Another description is ["How exactly UMAP works?"](https://towardsdatascience.com/how-exactly-umap-works-13e3040e1668) by Nikolay Oskolkov.


The main parameters of UMAP are `n_neighbors`, the number of closest neighbors that are considered,
`min_dist`, the minimum distance of the points in the output space, 
`n_components`, the output dimension and `metric` that defines the distance of the input space. 
These are clearly explained at the
[UMAP website](https://umap-learn.readthedocs.io/en/latest/parameters.html).

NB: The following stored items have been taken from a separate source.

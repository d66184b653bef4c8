"""The shaft layout as a beam: the forces of every part, the beam solved in both planes, the diagrams
(shear force, bending moment, torque, axial force, slope, deflection), the loads at each station,
the stiffness checks and the critical speeds. Numbers and records only.

Axes and signs (compare/case/shaft.py): z along the axis from the left end; internal loads are
those on the cut face whose outward normal is +z (the part to the right acting on the part to the
left), the same convention as the section's [loads]: σ = N/A + Mx·y/Ix − My·x/Iy for a round.
Internal loads come from statics with the beam model's reactions, so they are exact for the point
loads and the piecewise-uniform self-weight; slopes and deflections come from the Timoshenko beam
(fem/beam.py) with E·I and κ·G·A of each segment. A composite segment (bonded regions of several
materials) takes its EI, κ·GA, mass and rotary inertia per length from its own FE section
(:mod:`.shaft_composite`); the one-material segments keep the expressions they always had, so a
layout without composite segments gives the same numbers bit for bit.
"""
from __future__ import annotations

import math
from dataclasses import dataclass, field

import numpy as np

from classic import shaft as cs
from classic.shear import energy_hollow_round, energy_round
from fem.beam import Beam, natural_frequencies, solve_static
from fem.errors import InputError

from ..case.shaft import Segment, Shaft

G_STANDARD = 9.80665  # standard gravity [m/s²] (CGPM 1901)
#: Largest beam element as a share of the shaft's length. The consistent-mass eigenvalues of the
#: interdependent element converge as h⁴ for a slender shaft and as h² where shear and rotary inertia
#: matter (tests/test_fem_beam.py): 1/120 puts the first frequency of a stubby shaft (L/d = 4) within
#: about 1e-5 of the limit, far inside the uncertainty of bearing stiffness and part masses.
MAX_ELEMENT_SHARE = 1.0 / 120.0
#: Diagram samples between events (besides both sides of every jump).
SAMPLES = 400
#: Relative offset used to read "just left" and "just right" of a jump.
SIDE = 1e-9


@dataclass
class PointItem:
    """A concentrated action on the shaft at ``z``: forces [N], moments [N·m], torque [N·m]."""

    z: float
    Fx: float = 0.0
    Fy: float = 0.0
    Fz: float = 0.0
    Mx: float = 0.0
    My: float = 0.0
    T: float = 0.0
    label: str = ""
    detail: dict = field(default_factory=dict)
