"""Composite segments of a shaft layout: a ``[[shaft.segments]]`` entry with a ``section`` table of
``shape = "composite"`` (bonded regions, each with its material; compare/case/composite.py), or a
``[shaft]`` without segments whose case ``[section]`` is composite (a uniform composite shaft)::

    [[shaft.segments]]
    from = 20
    to = 80
    diameter = 12                      # the outer diameter: the regions must fill a round of it
    [shaft.segments.section]
    shape = "composite"
    [[shaft.segments.section.regions]]
    name = "steel core"
    add = [ { disk = { radius = 3 } } ]
    elastic_modulus = "206 GPa"
    poisson = 0.3
    yield = "420 MPa"
    density = 7850                     # needed when the shaft has self-weight (density) or a speed
    [[shaft.segments.section.regions]]
    ...

What a composite segment does not take (each refused in one line naming the field): a ``bore`` (its
regions give any hole), a shoulder ``fillet`` at either end and a groove on it (the shoulder and groove
factors are those of one material), a station of its own ``section``, ``fatigue``, ``key``, ``fit`` or
``spline`` on it, a station at its joint with another segment, and a region without ``density`` when
the shaft has a density or a speed; ``shaft.density`` when every segment is composite (each region
gives its own), or its absence when a shaft with a speed also has one-material segments. Self-weight
(``self_weight``, default true) uses the regions' densities where they are given. Every check here is on the parsed data; nothing is solved.
"""
from __future__ import annotations

import math

from fem.errors import InputError
from fem.geometry import Disk, Ellipse, Polygon

#: Relative tolerance of the outer round against the segment's diameter (round-off of converted lengths).
ROUND_TOL = 1e-6


def _reach(p) -> float:
    """The largest distance from the shaft's axis of a primitive (an upper bound for a filleted polygon)."""
    if isinstance(p, Disk):
        return math.hypot(*p.center) + p.radius
    if isinstance(p, Ellipse):
        return math.hypot(*p.center) + max(p.semi_axes)
    if isinstance(p, Polygon):
        return max(math.hypot(x, y) for x, y in p.points)
    return math.inf


def check_round(section, diameter: float, fld: str, shown, unit: str | None = None) -> None:
    """The composite section is a round of ``diameter`` on the shaft's axis: one region adds a disk of
    that diameter centred on the axis, and nothing reaches beyond it."""
    R = diameter / 2
    adds = [p for reg in section.regions for op, p in reg.section.steps if op == "add"]
    outer = any(isinstance(p, Disk) and math.hypot(*p.center) <= ROUND_TOL * R and abs(p.radius - R) <= ROUND_TOL * R
                for p in adds)
    if not outer or any(_reach(p) > R * (1 + ROUND_TOL) for p in adds):
        raise InputError(fld, shown, "must be the outer diameter of the composite section: one region's disk of that "
                         "diameter centred on the shaft's axis, nothing beyond it", unit)


def outer_diameter(section) -> float:
    """The outer diameter of a composite section that is a round on the shaft's axis (checked: the
    case's composite [section] as a uniform shaft)."""
    adds = [p for reg in section.regions for op, p in reg.section.steps if op == "add"]
    D = 2.0 * max(_reach(p) for p in adds)
    try:
        if not math.isfinite(D):
            raise InputError("section.regions", None, "")
        check_round(section, D, "section.regions", None)
    except InputError:
        raise InputError("section.regions", None, "must form a round on the shaft's axis for a [shaft] of this section: "
                         "one region's disk centred on the axis, nothing beyond it") from None
    return D


def segment_section(s: dict, w: str, units, parse_section):
    """The composite section of a segment's ``section`` table and its regions' materials."""
    raw = s["section"]
    if not isinstance(raw, dict):
        raise InputError(f"{w}.section", raw, "must be a table: [shaft.segments.section] with shape = \"composite\" "
                         "and its [[shaft.segments.section.regions]]")
    if raw.get("shape") != "composite":
        raise InputError(f"{w}.section.shape", raw.get("shape"), "a segment's section must be shape = \"composite\" (a "
                         "segment of one material is given by its diameter and bore)")
    if "bore" in s:
        raise InputError(f"{w}.bore", s["bore"], "cannot be given with a composite section: its regions give any hole")
    for k, r in enumerate(raw.get("regions") or []):
        if isinstance(r, dict) and "polymer" in r:  # read at [service] for the case's own [section] only
            raise InputError(f"{w}.section.regions[{k}].polymer", None, "a segment's region takes its polymer data "
                             "at the service conditions only through the case's own composite [section] (a uniform "
                             "composite shaft); here give the region's elastic_modulus, poisson and yield at service")
    mats: list = []
    try:
        sec = parse_section(raw, units, None, None, mats)
    except InputError as exc:
        raise InputError(f"{w}.{exc.field}", exc.value, exc.reason, exc.unit) from None
    for m in mats:  # the regions' fields as the layout names them
        m.field = f"{w}.{m.field}"
    return sec, tuple(mats)


def check_composite_segments(sh, raw: dict) -> None:
    """What the layout asks of its composite segments (see the module docstring); ``raw`` is the
    [shaft] table as written."""
    raw_segments = raw.get("segments") or []
    segs = sh.segments
    comp = [i for i, s in enumerate(segs) if s.section is not None]
    if not comp:
        return
    tol = 1e-9 * sh.length
    if len(comp) == len(segs) and sh.density is not None:
        raise InputError("shaft.density", raw.get("density"), "is not used when every segment is composite: give each "
                         "region's density in its [[...regions]] table")
    if len(comp) < len(segs) and sh.speed is not None and sh.density is None:
        raise InputError("shaft.density", None, "is needed: the shaft has a speed and one-material segments beside "
                         "its composite ones (the critical speeds need the whole shaft's mass)")
    for i in comp:
        s = segs[i]
        if sh.density is not None or sh.speed is not None:
            why = "the shaft has a density (self-weight and mass)" if sh.density is not None else \
                "the shaft has a speed (critical speeds need its mass)"
            for m in s.materials:
                if m.density is None:
                    raise InputError(f"{m.field}.density", None, f"is needed: {why}; give each region's density")
        for j in (i, i + 1):
            if 0 < j < len(segs) and segs[j].fillet is not None and segs[j].diameter != segs[j - 1].diameter:
                raise InputError(f"shaft.segments[{j}].fillet", raw_segments[j].get("fillet"), "is at a step of a "
                                 "composite segment: the shoulder factor of bonded regions is not computed (leave it out)")
        for k, g in enumerate(sh.grooves):
            if s.start - tol < g.at + g.width / 2 and g.at - g.width / 2 < s.end + tol:
                raise InputError(f"shaft.grooves[{k}].at", (raw.get("grooves") or [{}])[k].get("at"), "is on a composite segment: the groove factor of "
                                 "bonded regions is not computed")


def check_composite_station(s: dict, w: str, sh, at: float, station_keys) -> None:
    """A station on a composite segment is checked on that segment's section, region by region."""
    tol = 1e-9 * sh.length
    segs = sh.segments
    here = [x for x in segs if x.start - tol <= at <= x.end + tol]
    if not any(x.section is not None for x in here):
        return
    if len(here) > 1 and len({id(x.section) for x in here}) > 1:
        raise InputError(f"{w}.at", s["at"], "is at the joint of a composite segment with another segment: place the "
                         "station inside one of them")
    for key in ("section", "fatigue", "feature_from", *sorted(station_keys)):
        if key in s:
            raise InputError(f"{w}.{key}", s[key] if not isinstance(s[key], dict) else None,
                             "cannot be given for a station on a composite segment: it is checked on the segment's "
                             "composite section, region by region with its regions' own data")
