def parse_case(data: dict, base_dir: Path | None = None) -> Case:
    """A case from its TOML data; files the section names (``section.file``) are taken relative to
    ``base_dir`` (the case file's folder; the working directory when None)."""
    _known(data, _TOP, "")
    c = data.get("case", {})
    _known(c, _CASE, "case")
    units = unit_system(c.get("units"))
    title = _text(c.get("title", "untitled case"), "case.title")
    for key in ("description", "source"):
        if key in c:
            _text(c[key], f"case.{key}")
    geometry: dict = {}
    region_materials: list = []
    segment = segment_symmetry = None
    if "segment" in data:  # a 3-D segment study instead of a section
        for other in ("section", "shaft", "fatigue", "expected"):
            if other in data:
                raise InputError(other, None, "a [segment] case is studied on its own: leave [" + other + "] out")
        segment = parse_segment(data["segment"], units)
        segment_symmetry = parse_model(data["segment"].get("model"), segment, "segment.model")
        data = dict(data, section={"shape": "round", "diameter": f"{segment.d!r} m"})
    section = parse_section(data["section"], units, geometry, base_dir, region_materials) if "section" in data else None
    loads = parse_loads(data.get("loads", {}), units)
    composite = (section, region_materials) if section is not None and section.kind == "composite" else None
    shaft = (parse_shaft(data["shaft"], units, parse_section, loads.rotating, parse_feature_lengths, composite)
             if "shaft" in data else None)
    if "section" not in data and not (shaft is not None and shaft.segments):
        raise InputError("section", None, "is missing: every case describes a section (a [shaft] without "
                         "segments takes its diameter from [section])")
    section = section if section is not None else _shaft_section(shaft)
    material = parse_material(data.get("material", {}), units)
    if section.kind == "composite":  # each polymer region is read at [service] (compare/case/composite.py)
        apply_region_polymers(region_materials, data, units, _alternates(loads))
    else:
        apply_polymer(material, data, units, _alternates(loads) or (shaft is not None and shaft.rotating), shaft)
    analysis = parse_analysis(data.get("analysis", {}))
    fatigue = parse_fatigue(data.get("fatigue", {}), units)
    expected = parse_expected(data["expected"], units) if "expected" in data else {}
    _fatigue_needs_ultimate(loads, material, data.get("material", {}))
    if shaft is not None:
        check_with_case(shaft, data.get("loads", {}), material)
        check_fits_with_section(shaft, section, units)  # a press fit's hub on a shaft without segments
        build_station_segments(shaft, section, material)  # a station's 3-D feature, now that its diameter is known
    if section.kind == "composite":
        _composite_limits(data, loads, shaft)
    if segment is not None:
        _segment_limits(data, material)
    return Case(title, units, section, loads, material, analysis, fatigue=fatigue, expected=expected,
                feature_lengths=parse_feature_lengths(data.get("section", {}), units), shaft=shaft,
                geometry=geometry, region_materials=region_materials, segment=segment,
                segment_symmetry=segment_symmetry)


def _composite_limits(data: dict, loads: Loads, shaft) -> None:
    """What a composite section does not take (yet): said at once, naming the field."""
    if "material" in data:
        raise InputError("material", None, "a composite section names a material in each [[section.regions]] table; "
                         "leave [material] out")
    if "fatigue" in data:
        raise InputError("fatigue", None, "a composite section takes its fatigue data region by region "
                         "(section.regions[k].fatigue, ultimate, surface, polymer); leave [fatigue] out")
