"""Small checks shared by every case-file parser (case.py, shapes.py, outlines.py, shaft.py): unknown
keys and angles. Each raises :class:`~fem.errors.InputError` naming the field and the value as written."""
from __future__ import annotations

import math

from fem.errors import InputError

from .units import to_si


def known(d, allowed: set, where: str) -> None:
    """``d`` must be a table whose keys are all in ``allowed``; ``where`` names it ('' for the top)."""
    if not isinstance(d, dict):
        raise InputError(where or "case file", d, "must be a table")
    for k in d:
        if k not in allowed:
            name = f"{where}.{k}" if where else k
            raise InputError(name, d[k] if not isinstance(d[k], dict) else None,
                             f"unknown key (expected one of: {', '.join(sorted(allowed))})")


def angle(v, name) -> float:
    """Degrees: a plain number is degrees; a string may carry deg or rad."""
    if isinstance(v, (int, float)) and not isinstance(v, bool):
        if not math.isfinite(v):
            raise InputError(name, v, "is not a finite angle")
        return float(v)
    return math.degrees(to_si(v, "angle", name, None))
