def modified_mohr_factor(s1, s3, Sut, Suc):
    r"""Factor of safety of a brittle material, modified Mohr theory.

    With :math:`s_1 \ge s_3` the largest and smallest principal stresses and :math:`S_{uc} > 0`:

    .. math::
        n = \begin{cases}
            S_{ut}/s_1 & s_1 \ge 0,\; s_3 \ge -s_1 \\
            \left(\dfrac{(S_{uc}-S_{ut})\,s_1}{S_{uc}S_{ut}} - \dfrac{s_3}{S_{uc}}\right)^{-1}
                & s_1 \ge 0,\; s_3 < -s_1 \\
            S_{uc}/(-s_3) & s_1 \le 0
        \end{cases}

    Parameters
    ----------
    s1, s3 : float or array
        Largest and smallest principal stresses [Pa] (include the zero one in plane stress).
    Sut : float or array
        Ultimate tensile strength [Pa].
    Suc : float or array
        Ultimate compressive strength, as a positive number [Pa].

    Returns
    -------
    n : float or array
        Factor of safety against fracture; ``inf`` at zero stress.

    Notes
    -----
    Brittle materials. The first two branches meet at :math:`s_3 = -s_1`; in pure shear the
    predicted shear strength equals Sut.

    Examples
    --------
    Pure shear at tau = Sut is exactly at fracture (n = 1); grade 30 cast iron, Sut = 31,
    Suc = 109 kpsi (Shigley 9th ed., Table A-24, from memory):

    >>> modified_mohr_factor(31.0, -31.0, 31.0, 109.0)
    1.0

    References
    ----------
    .. [1] Budynas, R. G., Nisbett, J. K., Shigley's Mechanical Engineering Design, 9th ed.,
       McGraw-Hill, 2011, Sec. 5-9, eqs. 5-32a..c (numbering from memory).
    """
    s1, s3, Sut, Suc = _num("s1", s1), _num("s3", s3), _num("Sut", Sut), _num("Suc", Suc)
    _check(_SUT_POSITIVE, Sut)
    _check(_SUC_POSITIVE, Suc)
    _check(_S1_GE_S3, s1 - s3)
    with np.errstate(divide="ignore", invalid="ignore"):
        inv = np.where(s1 <= 0, -s3 / Suc,
                       np.where(s3 >= -s1, s1 / Sut,
                                (Suc - Sut) * s1 / (Suc * Sut) - s3 / Suc))
    return _out(_safe_div(1.0, inv))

An illustrative site about UMAP:
<https://pair-code.github.io/understanding-umap/>

Let's see how `n_neighbors` compares to the effect of perplexity in t-SNE that we saw above.

```{r, fig.width = 9.5, fig.height = 3.5, eval = T, warning = F}
par(mfrow=c(1,3))
set.seed(81)
umap.config = umap.defaults # umap takes parameters in a config object
for(nbors in c(3, 5, 20)){
  umap.config$n_neighbors = nbors
  umap.res = umap(pr$x[,1:8], config = umap.config)
  plot(umap.res$layout, col = cols.pop, pch = pchs.pop, 
       main = paste0("neighbors = ",nbors), xlab ="", ylab = "")
}
```


#### Discussion 

 * Most non-linear dimension reduction techniques (including t-SNE and UMAP) lack the strong interpretability 
 of Principal Component Analysis where the dimensions are the directions of greatest variance in the source data. 
 If strong interpretability is needed, the PCA is recommended.

 * As t-SNE and UMAP are based on the distance between observations rather than the source features, they do not produce easily interpretable loadings per each variable that the PCA can provide for each output dimension. 

 * A core assumptions of UMAP is that there exists manifold structure in the
data. Because of this, UMAP may find manifold structure within the noise of 
a dataset, a type of overfitting. 
As more data is sampled, UMAP becomes more robust. However, care must be taken with
small sample sizes of noisy data, or data with only large-scale manifold structure.

 * If data are high-dimensional, say $p>100$, it is often useful to first 
 apply PCA and take some tens of the leading PCs as input for t-SNE or UMAP to further
 reduce the data to 2 or 3 dimensions for visualization.